*Input records*
Content starts

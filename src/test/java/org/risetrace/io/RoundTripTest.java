package org.risetrace.io;

import org.junit.jupiter.api.Test;
import org.junit.jupiter.api.io.TempDir;
import org.risetrace.calibration.Profiles;
import org.risetrace.frame.Frame;

import java.awt.image.BufferedImage;
import java.nio.file.Path;

import static org.junit.jupiter.api.Assertions.assertEquals;

/** Frames written by the JDK's ImageIO writers and read by risetrace's readers give the written counts. */
class RoundTripTest {
    @TempDir
    Path dir;

    private static void assertCentikelvin(Frame f, int w, int h) {
        assertEquals(w, f.width());
        assertEquals(h, f.height());
        for (int y = 0; y < h; y++)
            for (int x = 0; x < w; x++) {
                // u16-centikelvin: T = 0.01 K * count; 0 degC = 273.15 K (SI definition of the degree Celsius)
                double expected = TestImages.count(x, y) * 0.01 - 273.15;
                assertEquals(expected, f.at(x, y), 1e-4, "pixel " + x + "," + y);
            }
    }

    @Test
    void sixteenBitPngFromImageIoReadsItsCounts() throws Exception {
        BufferedImage img = TestImages.ushortGrey(160, 128);
        Path file = TestImages.write(img, "png", dir.resolve("a.png"));
        Frame f = FrameReaders.read(file, ReadContext.of(Profiles.load("u16-centikelvin")));
        assertCentikelvin(f, 160, 128);
        assertEquals("png", f.decoding().container());
        assertEquals(16, f.decoding().bitDepth());
    }

    @Test
    void sixteenBitTiffFromImageIoReadsItsCountsInEveryCompression() throws Exception {
        BufferedImage img = TestImages.ushortGrey(160, 128);
        for (String c : new String[]{null, "LZW", "Deflate", "PackBits"}) {
            Path file = TestImages.writeTiff(img, c, dir.resolve("a-" + c + ".tif"));
            Frame f = FrameReaders.read(file, ReadContext.defaults());
            assertCentikelvin(f, 160, 128);
            assertEquals("tiff", f.decoding().container());
            assertEquals("u16-centikelvin", f.decoding().profile());
        }
    }
}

Content ends

*Task objective*
Everything from the first line above through the line that contains "for (int y = 0; y < h; y++)" should be duplicated exactly, please, and nothing beyond it.

*Solution*
filename src/test/java/org/risetrace/io/RoundTripTest.java
package org.risetrace.io;

import org.junit.jupiter.api.Test;
import org.junit.jupiter.api.io.TempDir;
import org.risetrace.calibration.Profiles;
import org.risetrace.frame.Frame;

import java.awt.image.BufferedImage;
import java.nio.file.Path;

import static org.junit.jupiter.api.Assertions.assertEquals;

/** Frames written by the JDK's ImageIO writers and read by risetrace's readers give the written counts. */
class RoundTripTest {
    @TempDir
    Path dir;

    private static void assertCentikelvin(Frame f, int w, int h) {
        assertEquals(w, f.width());
        assertEquals(h, f.height());
        for (int y = 0; y < h; y++)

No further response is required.